August 29, 2010

Turtle eggs.

I've been telling everyone I see today that I watched a sea turtle lay her eggs in Mexico. And it is true.

While we were there, several people local to Tulum told me that it is the season for sea turtles to lay their eggs. They recommended that we walk along the beach at night - calmly - to try to spot one of them. So on Saturday night, we set off to find a turtle. Driftwood surfaced in several spots and in the darkness from afar we were sure that we had found our turtle. Each time, we were wrong and so after about 30 minutes of walking, we just got into talking and enjoyed the moon on the water and our feet descending into the sand with each step.

Then we stopped dead and sunk deeper. This was not driftwood in front of us. This, right where the water met the shore in its final push, was a sea turtle. 350 or 400 pounds of sea turtle. She was majestic - the most royal, lumbering thing I had ever seen. The photos are bizarre because this was at 11pm, but you can kind of get an idea of the light, the space, the splendor of this moment.

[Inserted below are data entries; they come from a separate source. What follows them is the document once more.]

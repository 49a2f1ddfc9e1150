import type { OpeningInput, ReconstructionInput } from '#app/physics/model/input.ts';
import type { Assumption } from '#app/physics/model/stated.ts';
import { markFromCoordinates, readMark, requiredSunFor, type Mark, type RequiredSun } from '#app/physics/alignment.ts';
import { lowestHarmfulFluxKwm2 } from '#app/physics/heating/outcomes.ts';
import type { TargetMaterial } from '#app/physics/heating/target-material.ts';
import { targetMaterials } from '#app/physics/heating/target-materials.data.ts';
import { spannedDeg, surveySigmaM, type Scene } from '#app/physics/lit.ts';
import type { Optic } from '#app/physics/optics/optic.ts';
import { surveyOrigin, type FocusModel } from '#app/physics/optics/closed-form/beam.ts';
import { focusModelOf } from '#app/physics/optics/closed-form/focus-model.ts';
import { measuredOpticSigmaRel, slopeErrors } from '#app/physics/optics/optic-defaults.data.ts';
import { refractiveMaterials } from '#app/physics/optics/refractive-materials.data.ts';
import { focusesForward, reachOf, type Reach } from '#app/physics/reach.ts';
import { samplingSigmas } from '#app/physics/sampling-sigmas.data.ts';
import { settleSite, type Site } from '#app/physics/site.ts';
import { openingTransmittance, readDniSeries, type DniSeries } from '#app/physics/sky/direct-beam.ts';
import { clearSkyAt } from '#app/physics/sky/clear-sky.ts';
import { extraterrestrialWm2 } from '#app/physics/sky/extraterrestrial.ts';
import { readSkyline } from '#app/physics/skyline.ts';
import { minutesIn, sunTrack, type SunMinute } from '#app/physics/sun-track.ts';
import { halfAngleRad } from '#app/physics/sun/sun-disc.ts';
import { defaultOccluderSigmaM, readOccluders } from '#app/physics/occluders.ts';
import type { Occluder } from '#app/physics/optics/trace/trace-model.ts';
import { inRange, parseUtc } from '#app/physics/units.ts';
import { checkInput } from './checked-input.ts';
import { maskOf } from './mask.ts';
import { readyOptic } from './pane-bow.ts';

/** An input with its mark by bearing and the shape of its optic settled. */
export interface SettledInput extends Omit<ReconstructionInput, 'optic' | 'markCoordinates'> {
  readonly optic?: Optic;
}

/** A reconstruction with its input read, checked and completed. */
export interface Setting {
  readonly input: SettledInput;
  readonly site: Site;
  readonly startMs: number;
  readonly endMs: number;
  readonly track: readonly SunMinute[];
  readonly series: DniSeries | null;
  readonly opening: OpeningInput | undefined;
  readonly occluders: readonly Occluder[];
  readonly model: FocusModel | null;
  readonly mark: Mark | null;
  readonly required: RequiredSun | null;
  readonly reach: Reach | null;
  readonly scene: Scene;
  readonly material: TargetMaterial | null;
  readonly opticSigmaRel: number;
  readonly assumptions: readonly Assumption[];
}

const longestWindowDays = 62;

function readWindow(input: ReconstructionInput): { readonly startMs: number; readonly endMs: number } {
  const startMs = parseUtc(input.window.startUtc, 'window.startUtc');
  const endMs = parseUtc(input.window.endUtc, 'window.endUtc');
  if (endMs < startMs) throw new RangeError('window.startUtc and window.endUtc disagree: the window ends before it starts.');
  inRange('length of the window', (endMs - startMs) / 86_400_000, 0, longestWindowDays, 'days');
  inRange('year of window.startUtc', new Date(startMs).getUTCFullYear(), 1900, 2100);
  return { startMs, endMs };
}

/** Class values that the closed forms take for what the input left open. */
function opticAssumptions(input: SettledInput): Assumption[] {
  const { optic } = input;
  if (optic === undefined) return [];
  const list: Assumption[] = [];
  if (optic.slopeErrorMrad === undefined) {
    const row = slopeErrors[optic.kind];
    list.push({ field: 'optic.slopeErrorMrad', value: `${row.slopeErrorMrad} mrad`, source: row.source });
  }
  if ('material' in optic && optic.material.name !== 'explicit') {
    const row = refractiveMaterials[optic.material.name];
    list.push({ field: 'optic.material', value: `${row.name}, index ${row.refractiveIndex}`, source: row.source });
  }
  if (input.opticSigmaRel === undefined) {
    list.push({ field: 'opticSigmaRel', value: `${measuredOpticSigmaRel}`, source: { text: 'taken as measured on site, common practice', verified: true } });
  }
  return list;
}

/** What stands, or is taken to stand, between the sun and the optic. */
function obstacleAssumptions({ skyline, occluders, occluderSigmaM }: SettledInput): Assumption[] {
  const list: Assumption[] = [];
  if (skyline === undefined) list.push({ field: 'skyline', value: 'level horizon', source: { text: 'no skyline recorded', verified: true } });
  if (occluders === undefined || occluders.length === 0) {
    list.push({ field: 'occluders', value: 'none', source: { text: 'no frame, bar or reveal recorded by its corners', verified: true } });
  } else if (occluderSigmaM === undefined) {
    list.push({ field: 'occluderSigmaM', value: `${defaultOccluderSigmaM} m`, source: { text: 'tape measure, common practice', verified: true } });
  }
  return list;
}

/** Spreads that the samples take and no field of the input states. */
function spreadAssumptions({ optic, opening }: SettledInput, material: TargetMaterial | null): Assumption[] {
  const { throughput, glass, ignitionTime } = samplingSigmas;
  const line = (field: string, { sigmaRel, source }: (typeof samplingSigmas)[keyof typeof samplingSigmas]): Assumption => ({ field, value: `±${Math.round(sigmaRel * 100)} %, one sigma`, source });
  return [
    ...(optic !== undefined && ('reflectance' in optic || 'transmittance' in optic) ? [line('throughputSigmaRel', throughput)] : []),
    ...(opening !== undefined && opening.transmittance < 1 ? [line('glassSigmaRel', glass)] : []),
    ...(optic !== undefined && material !== null && material.ignition.length > 0 ? [line('ignitionTimeSigmaRel', ignitionTime)] : []),
  ];
}

/** Direction of the sun by which the reach is settled: the required one, else the highest that meets the working face. */
function referenceSun(model: FocusModel, required: RequiredSun | null, track: readonly SunMinute[]): SunMinute | null {
  let best: SunMinute | null = null;
  for (const sun of track) {
    if (best !== null && sun.apparentElevationDeg <= best.apparentElevationDeg) continue;
    if (required !== null || model.beamFor(sun.towardsSun, halfAngleRad(sun.distanceAu)) !== null) best = sun;
  }
  return best;
}

/** What the reach depends on besides the optic. */
interface ReachParts {
  readonly input: SettledInput;
  readonly site: Site;
  readonly mark: Mark;
  readonly required: RequiredSun | null;
  readonly material: TargetMaterial | null;
  readonly track: readonly SunMinute[];
}

/** Reach of the beam in the cleanest air; null where no sun of the window meets the working face. */
function settleReach(model: FocusModel, { input, site, mark, required, material, track }: ReachParts): Reach | null {
  const reference = referenceSun(model, required, track);
  if (reference === null) return null;
  const beam = model.beamFor(required?.towards ?? reference.towardsSun, halfAngleRad(reference.distanceAu));
  if (beam === null) return null;
  const elevationDeg = Math.max(required?.apparentElevationDeg ?? reference.apparentElevationDeg, 5);
  const clear = clearSkyAt(elevationDeg, extraterrestrialWm2(reference.distanceAu, site.air.solarConstantWm2), input.place.elevationM, site.air);
  const glass = openingTransmittance(input.opening, required?.azimuthDeg ?? reference.azimuthDeg, elevationDeg);
  return reachOf(beam, mark, (clear?.boundWm2 ?? 1000) * glass, lowestHarmfulFluxKwm2(material, site.air.temperatureC));
}

/** The input with its mark by bearing, however it was surveyed, and its optic as `readyOptic` settled it. */
function settledInput(given: ReconstructionInput, optic: Optic | undefined): SettledInput {
  const { markCoordinates, optic: _asked, ...rest } = given;
  const shaped = optic === undefined ? rest : { ...rest, optic };
  if (markCoordinates === undefined) return shaped;
  if (given.mark !== undefined) throw new RangeError('mark and markCoordinates disagree: give one of the two.');
  return { ...shaped, mark: markFromCoordinates(markCoordinates) };
}

/**
 * Reads and completes an input.
 *
 * @throws RangeError naming the field, its value and the allowed interval, or the two fields that contradict each other.
 */
export function settle(given: ReconstructionInput): Setting {
  checkInput(given);
  const { startMs, endMs } = readWindow(given);
  const site = settleSite(given);
  const ready = given.optic === undefined ? null : readyOptic(given.optic, site.air.pressureHpa);
  const input = settledInput(given, ready?.optic);
  const track = sunTrack(site.observer, startMs, minutesIn(startMs, endMs));
  const model = input.optic === undefined ? null : focusModelOf(input.optic);
  const mark = input.mark === undefined ? null : readMark(input.mark, model?.startsAt ?? surveyOrigin);
  const material = input.target === undefined ? null : targetMaterials.get(input.target.materialId) ?? null;
  if (input.target !== undefined && material === null) {
    throw new RangeError(`target.materialId is "${input.target.materialId}"; it must be one of ${[...targetMaterials.keys()].join(', ')}.`);
  }
  const surveyDeg = mark === null ? 0 : 2 * spannedDeg(surveySigmaM(mark), mark.distanceM);
  const required = model === null || mark === null || model.moves ? null : requiredSunFor(model, mark.towards, site.observer, surveyDeg);
  const reach = model === null || mark === null || !focusesForward(model) ? null : settleReach(model, { input, site, mark, required, material, track });
  const occluders = readOccluders(input.occluders);
  return {
    input, site, startMs, endMs, track, model, mark, required, reach, material,
    series: readDniSeries(input.sky),
    opening: input.opening,
    occluders,
    opticSigmaRel: input.opticSigmaRel ?? measuredOpticSigmaRel,
    scene: {
      dipDeg: site.dipDeg,
      skyline: input.skyline === undefined || input.skyline.points.length === 0 ? null : readSkyline(input.skyline),
      skylineSigmaDeg: input.skyline?.sigmaDeg ?? 0,
      opening: input.opening, mask: maskOf(input, occluders, model), model, mark, reach,
    },
    assumptions: [...site.assumptions, ...(ready?.assumptions ?? []), ...opticAssumptions(input), ...obstacleAssumptions(input), ...spreadAssumptions(input, material)],
  };
}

I've seen turtles in the water. Balletic. On land, they transform into barges. She began at the shore and slowly, slowly made her way up to the top of the beach. Every movement was an undertaking - but she was so completely devoted to her task. After she had moved up the beach a few meters, we gingerly moved close to her tracks - which were 3 feet across. Her belly rubbed smooth the middle and the borders were flipper chops cut in the sand - like parentheses stacked on top of each other, over and over in the sand. After 30 minutes of slow toil, she reached the top of the beach - where a line of wooden lawn chairs formed a roadblock. These were not frail chairs (I tried to move one a bit to be out of her way and could hardly do it). With one of her flippers, she knocked one clean over. Note: Chris and I were very respectful - we kept our distance until we realized she was essentially blind on land and we were not disturbing her even a bit. When she determined the sacred spot where her eggs would be kept, we sat reverently on the chairs to watch her go to work.

We sat there for an hour. It was clear she had done this before. It was like a routine produced and rhythmically reproduced in exactly the same manner. First, she used both her front and back flippers to dig a hole around and engulfing herself - her entire self. She was quickly covered by sand. When the hole was about as deep as she was, she started to dig the smaller hole where the eggs would actually be stored. This hole was dug only with her back two flippers. One by one, delicately - almost daintily, she would drive her flippers in and would perch sand on top of them to fling it away from the small hole. As you can see, I was perched close enough that one of the flippers of sand was flung in my face and eyes and I did my best just to blink it away and keep watching I was so intrigued. In one flipper would go, carefully, meticulously in exactly the same position as the last time, to keep the nest's diameter unchanged. Deeper and deeper, until she was finally persuaded that this would be the sanctuary for her babies that she would leave behind.

1 comment:

Mary Elizabeth Liberty said...

so funny that they have those chairs set up right in the nesting zone, and funnier that you were lounging so close for the happening. Those are some determined turtles!